--- Data supplied ---
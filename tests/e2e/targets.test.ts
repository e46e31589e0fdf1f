/**
 * Small controls with a mouse, in Chromium at 1440 × 900 (a fine pointer, so `.touch-target`'s 44 px does not
 * apply): the text buttons and links the UI review measured at 16 px, and the table sort headers, are at least
 * 24 px tall (WCAG 2.2 target size, minimum).
 */
import { afterAll, beforeAll, describe, expect, it } from "vitest";
import type { Browser, Locator, Page } from "playwright-core";
import { APP_URL, launchBrowser, signInPage } from "../support/browser";
import { makeBuild, makeUser, testDb, TEST_PASSWORD } from "../support/db";
import { demoPitchLinkage } from "@/shared/demo";
import { analyze } from "@/shared/analysis";

let browser: Browser;
let page: Page;
let buildId: string, linkageId: string;

const height = async (l: Locator) => (await l.boundingBox())?.height ?? 0;

beforeAll(async () => {
  browser = await launchBrowser();
  const owner = await makeUser("e2e-targets");
  ({ buildId, linkageId } = await makeBuild({ owner }));
  const graph = demoPitchLinkage();
  await testDb("linkage_revisions").where({ linkage_id: linkageId, revision: 1 }).update({ graph: JSON.stringify(graph), analysis: JSON.stringify(analyze(graph)) });
  page = await browser.newPage({ viewport: { width: 1440, height: 900 } });
  await signInPage(page, owner.email, TEST_PASSWORD);
});
afterAll(async () => { await browser?.close(); await testDb.destroy(); });

describe("targets of at least 24 px with a mouse", () => {
  it("overview: Open the build log, All activity", async () => {
    expect(await page.evaluate(() => matchMedia("(pointer: coarse)").matches)).toBe(false);
    await page.goto(`${APP_URL}/builds/${buildId}`);
    for (const name of ["Open the build log", "All activity"]) expect(await height(page.getByRole("link", { name })), name).toBeGreaterThanOrEqual(24);
  });

  it("checklist: Add a note", async () => {
    await page.goto(`${APP_URL}/builds/${buildId}/checklist/${linkageId}`);
    const note = page.getByRole("button", { name: "Add a note" }).first();
    await note.waitFor();
    expect(await height(note)).toBeGreaterThanOrEqual(24);
  });

  it("hardware list: the sort headers", async () => {
    await page.goto(`${APP_URL}/builds/${buildId}/hardware`);
    const sorts = page.getByTestId("hardware-table").locator("th button");
    await sorts.first().waitFor();
    expect(await sorts.count()).toBeGreaterThan(2);
    for (const b of await sorts.all()) expect(await height(b), (await b.textContent()) ?? "").toBeGreaterThanOrEqual(24);
  });

  it("editor side panel: Revision history", async () => {
    await page.goto(`${APP_URL}/builds/${buildId}/linkages/${linkageId}`);
    const toggle = page.getByTestId("history-toggle");
    await toggle.waitFor({ timeout: 30_000 });
    expect(await height(toggle)).toBeGreaterThanOrEqual(24);
  });
});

--- Try it ---
Repeat only the tail of the entries, exactly: the line containing "for (const b" and every line after it, to the end.

--- Response ---
    for (const b of await sorts.all()) expect(await height(b), (await b.textContent()) ?? "").toBeGreaterThanOrEqual(24);
  });

  it("editor side panel: Revision history", async () => {
    await page.goto(`${APP_URL}/builds/${buildId}/linkages/${linkageId}`);
    const toggle = page.getByTestId("history-toggle");
    await toggle.waitFor({ timeout: 30_000 });
    expect(await height(toggle)).toBeGreaterThanOrEqual(24);
  });
});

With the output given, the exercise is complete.